Pancake Power



Here I have the answer to your American pancake cravings on a Sunday morning; trust me, you’ll never look a normal pancake in the eye again. How do I know this will cure your cravings? Because I was, myself, seriously craving pancakes on the weekend. However, I didn’t want to go fully blown out and make a naughty 8 piece carb super-stack that would leave my belly looking like a pregnant pig so I decided to make these instead.

Similar to many recipes you’ve probably already seen using just banana and eggs, this recipe too uses these ingredients, but I only had 1 egg so I had to compromise, and luckily my compromise wasn’t so much of a compromise in the end.


Don’t get me wrong, I do like banana-egg pancakes but I find they don’t get much thickness too them, and therefore still leave me craving the real deal. With the addition of 1/2 scoop of vanilla protein powder, this recipe was transformed, to create fluffy, thick and delicious protein-packed pancakes.

This recipe is unfortunately not directly suitable for vegans although I’d love to hear about whether it works with an egg substitute, flax eggs maybe? It is however gluten-free, containing no flour and no refined-sugar either 🙂


Prep Time: 5 minutes

Cooking Time: 10 minutes

Fluffy, thick, and delicious pancakes – a perfect replacement for American-style pancakes. Rather than being high-carb, they’re high protein, always a win when it comes to breakfast. Again, this is a quick and foolproof recipe with very little ingredients!

Author: Goodness Grace

Recipe: Breakfast

Dietary Info: No Refined Sugar, Gluten-Free.

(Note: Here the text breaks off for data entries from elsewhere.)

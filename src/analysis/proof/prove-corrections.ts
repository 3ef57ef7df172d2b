import { wrap180 } from '../../kernel/angle/index.ts'
import type { DayWeights } from '../../kernel/stats/index.ts'
import type { CorrectionProof, ScoringSettings, SiteFile } from '../../sheet/index.ts'
import type { HeadingRecord, HeadingStep } from '../changes/offset-changes-heading.ts'
import type { TurbineResponse } from '../neighbours/anemometer-response.ts'
import type { FarmRows } from '../neighbours/neighbours.ts'
import { correctionText } from './correction-text.ts'
import { headingAfterCorrection, type HeadingAnswer } from './heading-after-correction.ts'
import { expectedGain, judgeCorrection, type Ends, type Measured } from './judge-correction.ts'
import type { Sides } from './judged-step.ts'
import { powerAfterCorrection, type PowerAnswer } from './power-after-correction.ts'
import { proofFarm, type ProofFarm, type ProofQuestion } from './proof-farm.ts'
import { standingEachSide, type StandingEachSide } from './standing-each-side.ts'

const DAY_MS = 86_400_000
/** Left out on either side: somebody works at the turbine, and clocks of people differ from clocks of loggers. */
const GAP_MS = 3 * 3_600_000
/** A step of the heading so near to a correction is taken to be the correction. */
const SAME_STEP_MS = 2 * DAY_MS
/** A like step of the heading within this time makes the date doubtful. */
const OTHER_DATE_MS = 21 * DAY_MS
/** Smaller steps of a neighbour's heading leave it unchanged, degrees. */
const NEIGHBOUR_STEP_DEG = 2
/** Shorter sides are tried, days each, where too many neighbours were changed themselves in the whole time. */
const SHORTER_DAYS = [45, 20, 10] as const
/** Share of the other turbines that should be unchanged. */
const UNCHANGED_SHARE = 0.5

export interface ProveQuestion {
  readonly farm: FarmRows
  readonly days: number
  readonly dayWeights: readonly DayWeights[]
  readonly settings: ScoringSettings
  readonly corrections: NonNullable<SiteFile['corrections']>
  readonly events: NonNullable<SiteFile['events']>
  /** Steps of each turbine's heading, in the order of the farm; null: none to be had. */
  readonly headings: readonly (HeadingRecord | null)[]
  /** What neighbours tell of each anemometer; null: nothing. */
  readonly responses: readonly (TurbineResponse | null)[]
  /** Turbines whose signs forbid an offset. */
  readonly blocked: readonly boolean[]
}

/**
 * Holds each correction inside the rows against what came after it: did it take hold, where does the rotor stand on each
 * side, what did power do against unchanged neighbours. In the order of time; corrections of other turbines, and those that
 * lie outside the rows, are left out.
 */
export function proveCorrections(question: ProveQuestion): CorrectionProof[] {
  const { farm, corrections } = question
  const index = new Map(farm.turbines.map(({ turbine }, i) => [turbine, i]))
  const inside = corrections
    .filter(({ turbine, at }) => {
      const atMs = Date.parse(at)
      return index.has(turbine) && atMs > farm.fromMs && atMs < farm.toMs
    })
    .sort((a, b) => Date.parse(a.at) - Date.parse(b.at) || (a.turbine < b.turbine ? -1 : 1))
  if (inside.length === 0) return []
  const prepared = proofFarm(farm, question.blocked)
  return inside.map((correction) => {
    const target = index.get(correction.turbine)!
    return proveOne(question, prepared, correction, target)
  })
}

function proveOne(
  question: ProveQuestion,
  prepared: ProofFarm,
  correction: ProveQuestion['corrections'][number],
  target: number,
): CorrectionProof {
  const { farm, settings } = question
  const atMs = Date.parse(correction.at)
  const { enteredDeg } = correction
  const { sides, neighbours } = comparable(question, target, atMs)
  const one: ProofQuestion = { target, atMs, enteredDeg, neighbours, sides }
  const none = correction.enteredDeg === 0 || !(sides.afterToMs > sides.afterFromMs)
  const { answer, vaneLoggedSeen } = none
    ? { answer: null, vaneLoggedSeen: null }
    : headingAfterCorrection(prepared, one)
  const power = none ? null : powerAfterCorrection(prepared, one)
  const standing = standingEachSide(farm.turbines[target]!, sides, {
    settings,
    dayWeights: question.dayWeights,
    days: question.days,
    response: question.responses[target] ?? null,
  })
  const change = changeOf(standing)
  const before = beforeDeg(standing, answer)
  const spanDays = (fromMs: number, toMs: number): number => Math.max(0, (toMs - fromMs) / DAY_MS)
  const judgement = judgeCorrection({
    enteredDeg,
    headingDeg: answer ? { value: answer.step.step, half: answer.step.halfWidth } : null,
    daysBefore: spanDays(sides.beforeFromMs, atMs),
    daysAfter: spanDays(atMs, sides.afterToMs),
    power: power ? measuredOrNull(power.step.step, power.step.halfWidth) : null,
    beforeDeg: before,
    changeDeg: change,
    exponent: settings.exponent,
  })
  const predicted = expectedGain({ beforeDeg: before, exponent: settings.exponent }, enteredDeg)
  const pct = (step: number): number | null =>
    power && !Number.isNaN(step) ? known(power.pctOf(step)) : known(100 * (Math.exp(3 * step) - 1))
  const pctInterval = (step: number, half: number): [number | null, number | null] =>
    Number.isNaN(half) ? [null, null] : [pct(step - half), pct(step + half)]
  const numbers = {
    outcome: judgement.outcome,
    furtherDays: known(judgement.furtherDays),
    heading: {
      seenIn: answer?.seenIn ?? null,
      expectedDeg: answer ? enteredDeg : null,
      stepDeg: known(answer?.step.step ?? NaN),
      interval95Deg: around(answer?.step.step ?? NaN, answer?.step.halfWidth ?? NaN),
      daysBefore: answer?.step.daysBefore ?? 0,
      daysAfter: answer?.step.daysAfter ?? 0,
    },
    gainPct: power ? pct(power.step.step) : null,
    interval95Pct: power ? pctInterval(power.step.step, power.step.halfWidth) : [null, null],
    predictedPct: predicted ? pct(predicted.value) : null,
    predictedInterval95Pct: predicted ? [pct(predicted.low), pct(predicted.high)] : [null, null],
  }
  return {
    turbine: correction.turbine,
    at: iso(atMs),
    enteredDeg,
    note: correction.note ?? null,
    ...numbers,
    ...correctionText({
      ...numbers,
      enteredDeg,
      code: judgement.code,
      standing: { before: standing.before.deg, after: standing.after.deg },
      like:
        judgement.outcome === 'not taken hold' ? likeStep(question.headings[target], atMs, enteredDeg) : null,
    }),
    window: {
      beforeFrom: iso(sides.beforeFromMs),
      beforeTo: iso(sides.beforeToMs),
      afterFrom: iso(sides.afterFromMs),
      afterTo: iso(Math.max(sides.afterFromMs, sides.afterToMs)),
    },
    vaneLoggedSeen,
    standing: {
      beforeDeg: known(standing.before.deg),
      beforeInterval95Deg: standing.before.interval95Deg.map(known),
      afterDeg: known(standing.after.deg),
      afterInterval95Deg: standing.after.interval95Deg.map(known),
      changeDeg: change ? change.value : null,
      changeInterval95Deg: change ? around(change.value, change.half) : [null, null],
    },
    power: {
      neighbours: neighbours.map((j) => farm.turbines[j]!.turbine),
      rowsBefore: power?.step.rowsBefore ?? 0,
      rowsAfter: power?.step.rowsAfter ?? 0,
      daysBefore: power?.step.daysBefore ?? 0,
      daysAfter: power?.step.daysAfter ?? 0,
      bySector: (power?.bySector ?? []).map(({ step, ...part }) => ({ ...part, gainPct: pct(step) })),
      byWindSpeed: (power?.byWindSpeed ?? []).map(({ step, ...part }) => ({ ...part, gainPct: pct(step) })),
    },
    placebos: placebosOf(power, farm, pct),
  }
}

/** The two sides, up to the next thing that was done or happened to the turbine, and the turbines unchanged throughout. */
function comparable(
  question: ProveQuestion,
  target: number,
  atMs: number,
): { sides: Sides; neighbours: number[] } {
  const { farm } = question
  const moments = farm.turbines.map((_, i) => momentsOf(question, i))
  const own = moments[target]!.filter((ms) => Math.abs(ms - atMs) > 0).filter(
    (ms) => !isSameStep(question.headings[target], ms, atMs),
  )
  const from = Math.max(farm.fromMs, ...own.filter((ms) => ms < atMs).map((ms) => ms + GAP_MS))
  const to = Math.min(farm.toMs, ...own.filter((ms) => ms > atMs).map((ms) => ms - GAP_MS))
  const within = (days: number): Sides => ({
    beforeFromMs: Math.max(from, atMs - days * DAY_MS),
    beforeToMs: atMs - GAP_MS,
    afterFromMs: atMs + GAP_MS,
    afterToMs: Math.min(to, atMs + days * DAY_MS),
  })
  let best: { sides: Sides; neighbours: number[] } | null = null
  for (const days of [Infinity, ...SHORTER_DAYS]) {
    const sides = within(days)
    const neighbours = [...farm.turbines.keys()].filter(
      (j) => j !== target && !moments[j]!.some((ms) => ms > sides.beforeFromMs && ms < sides.afterToMs),
    )
    if (!best || neighbours.length > best.neighbours.length) best = { sides, neighbours }
    if (best.neighbours.length >= UNCHANGED_SHARE * (farm.turbines.length - 1)) break
  }
  return best!
}

/** Everything that was done to a turbine or seen at its heading, epoch ms. */
function momentsOf({ farm, corrections, events, headings }: ProveQuestion, i: number): number[] {
  const { turbine } = farm.turbines[i]!
  return [
    ...corrections.filter((one) => one.turbine === turbine).map(({ at }) => Date.parse(at)),
    ...events
      .filter((one) => one.turbine === undefined || one.turbine === turbine)
      .map(({ at }) => Date.parse(at)),
    ...(headings[i]?.steps ?? [])
      .filter(({ sizeDeg }) => Math.abs(sizeDeg) >= NEIGHBOUR_STEP_DEG)
      .map((step) => step.atMs),
  ]
}

function isSameStep(heading: HeadingRecord | null | undefined, ms: number, atMs: number): boolean {
  return Math.abs(ms - atMs) <= SAME_STEP_MS && (heading?.steps ?? []).some((step) => step.atMs === ms)
}

/** A step of the heading about as large as what was entered, at another date than the one given. */
function likeStep(
  heading: HeadingRecord | null | undefined,
  atMs: number,
  enteredDeg: number,
): HeadingStep | null {
  return (
    (heading?.steps ?? []).find(
      (step) =>
        Math.abs(step.atMs - atMs) > SAME_STEP_MS &&
        Math.abs(step.atMs - atMs) <= OTHER_DATE_MS &&
        Math.abs(wrap180(step.sizeDeg - enteredDeg)) <=
          Math.max(step.halfWidthDeg, 0.25 * Math.abs(enteredDeg)),
    ) ?? null
  )
}

function changeOf({ before, after }: StandingEachSide): Measured | null {
  return measuredOrNull(
    wrap180(after.deg - before.deg),
    Math.hypot(before.ownHalfWidthDeg, after.ownHalfWidthDeg),
  )
}

/**
 * m before, at the exponent in force: from the rows before, and where the heading tells how far the rotor was turned, from
 * those after as well.
 */
function beforeDeg({ before, after }: StandingEachSide, heading: HeadingAnswer | null): Ends | null {
  const own = measuredOrNull(before.deg, before.ownHalfWidthDeg)
  const later = heading
    ? measuredOrNull(
        wrap180(after.deg + heading.step.step),
        Math.hypot(after.ownHalfWidthDeg, heading.step.halfWidth),
      )
    : null
  const one = own && later ? weighted(own, later) : (own ?? later)
  if (!one) return null
  // Response and dilution err alike on both sides: that part stays as wide as it was.
  const half = Math.hypot(one.half, own ? before.sharedHalfWidthDeg : after.sharedHalfWidthDeg)
  return { value: one.value, low: one.value - half, high: one.value + half }
}

/** Mean of two angles, weighted by what each tells. */
function weighted(first: Measured, second: Measured): Measured {
  const [a, b] = [1 / first.half ** 2, 1 / second.half ** 2]
  const value = first.value + (b / (a + b)) * wrap180(second.value - first.value)
  return { value, half: 1 / Math.sqrt(a + b) }
}

function placebosOf(
  power: PowerAnswer | null,
  farm: FarmRows,
  pct: (step: number) => number | null,
): CorrectionProof['placebos'] {
  if (!power) return { spreadPct: null, beyondChance: 0, list: [] }
  const { placebos, halfWidth, spread } = power.step
  return {
    spreadPct: pct(spread),
    beyondChance: placebos.filter(({ step }) => Math.abs(step) > halfWidth).length,
    list: placebos.map(({ turbine, atMs, step }) => ({
      turbine: farm.turbines[turbine]!.turbine,
      at: iso(atMs),
      gainPct: pct(step) ?? 0,
    })),
  }
}

function measuredOrNull(value: number, half: number): Measured | null {
  return Number.isNaN(value) || Number.isNaN(half) ? null : { value, half }
}

function around(centre: number, half: number): [number | null, number | null] {
  return Number.isNaN(centre) || Number.isNaN(half) ? [null, null] : [centre - half, centre + half]
}

function known(value: number): number | null {
  return Number.isFinite(value) ? value : null
}

function iso(ms: number): string {
  return new Date(ms).toISOString()
}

Makes: 6 small pancakes (the smaller you make them the easier to flip)


  • 1 banana
  • 1 egg
  • 1/2 scoop vanilla protein powder (I use MyProtein)
  • A dash of milk (I used almond milk)
  • 1/2 tsp cinnamon (optional)
  • Oil for frying (I use coconut oil spray)

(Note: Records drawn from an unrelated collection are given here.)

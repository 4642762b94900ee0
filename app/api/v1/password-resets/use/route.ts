import { publicRoute } from "@/lib/api/route";
import { ResetPassword } from "@/lib/schemas/account";
import { resetPassword } from "@/lib/services/account/reset-password";

export const POST = publicRoute(
  { summary: "Set a new password with the secret of a mailed link", body: ResetPassword, reply: null },
  async ({ visitor, body }) => {
    await resetPassword(visitor, body);
    return null;
  },
);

  • Mash the banana in a medium sized mixing bowl until smooth with few lumps. I quite like it a little bit lumpy – up to you.
  • * TIP: I keep a load of bananas, peeled, in the freezer. When I need them for baking, I simply stick them under the grill for 5 mins before using them*.
  • Add egg and whisk it into the mashed banana. Then, add the protein powder and cinnamon, and mix to combine.

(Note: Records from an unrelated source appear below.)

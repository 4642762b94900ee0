import type { Metadata } from "next";
import { InvitationLinkForm } from "@/components/account/invitation-link-form";
import { NameForm } from "@/components/account/name-form";
import { OwnTeams } from "@/components/account/own-teams";
import { PasswordForm } from "@/components/account/password-form";
import { SignOutEverywhere } from "@/components/account/sign-out-everywhere";
import { StartTeamForm } from "@/components/account/start-team-form";
import { TokenSection } from "@/components/account/token-section";
import { Notice } from "@/components/ui/notice";
import { PageBody } from "@/components/ui/page-body";
import { PageHeading } from "@/components/ui/page-heading";
import { SheetSection } from "@/components/ui/sheet-section";
import { currentContext, pagePerson } from "@/lib/auth/session";
import { readProfile } from "@/lib/services/account/read-profile";

export const metadata: Metadata = { title: "Account" };

/** Also for somebody who is in no team now: the way to one is here. */
export default async function Page() {
  const person = await pagePerson("/account");
  const { name, email, teams, currentTeamId } = await readProfile(person, await currentContext());
  const current = teams.find(({ id }) => id === currentTeamId);
  return (
    <PageBody>
      <PageHeading title="Account" />
      {current ? null : (
        <div className="mb-6">
          <Notice kind="caution" title={teams.length === 0 ? "You belong to no team now." : "You work in no team now."}>
            {teams.length === 0
              ? "Start one, or open the link of an invitation: plants and designs live in teams."
              : "Choose the one to work in."}
          </Notice>
        </div>
      )}
      <div className="grid gap-x-16 lg:grid-cols-[minmax(18rem,26rem)_minmax(0,1fr)]">
        <div>
          <SheetSection title="You">
            <NameForm name={name} email={email} />
          </SheetSection>
          <SheetSection title="Password">
            <PasswordForm />
          </SheetSection>
          <SheetSection title="Sessions">
            <SignOutEverywhere />
          </SheetSection>
        </div>
        <div className={current ? undefined : "order-first lg:order-none"}>
          <SheetSection title="Teams">
            {teams.length > 0 ? <OwnTeams teams={teams} currentTeamId={currentTeamId} /> : null}
            <div className="mt-4 grid max-w-3xl gap-6 sm:grid-cols-2">
              <StartTeamForm />
              <InvitationLinkForm />
            </div>
          </SheetSection>
          {current ? (
            <SheetSection title="Access tokens" note={`for ${current.name}`}>
              <TokenSection team={current.name} />
            </SheetSection>
          ) : null}
        </div>
      </div>
    </PageBody>
  );
}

  • Heat a tiny amount of oil in a shallow frying pan on a medium-low heat, and then pour on a dessert spoon amount into the pan. Leave the mix to spill out into a naturally round shape.



  •  The pancake is ready to flip when you start to see bubbles appearing on the top, around 1 minute or so. Gently lift the edges, using a spatula (don’t use your fingers like me), to check the colour of the other side, then flip over when golden brown.



  • Let the other side colour, this usually takes half the amount of time as the first side.
  • Repeat the process until all the batter has been used.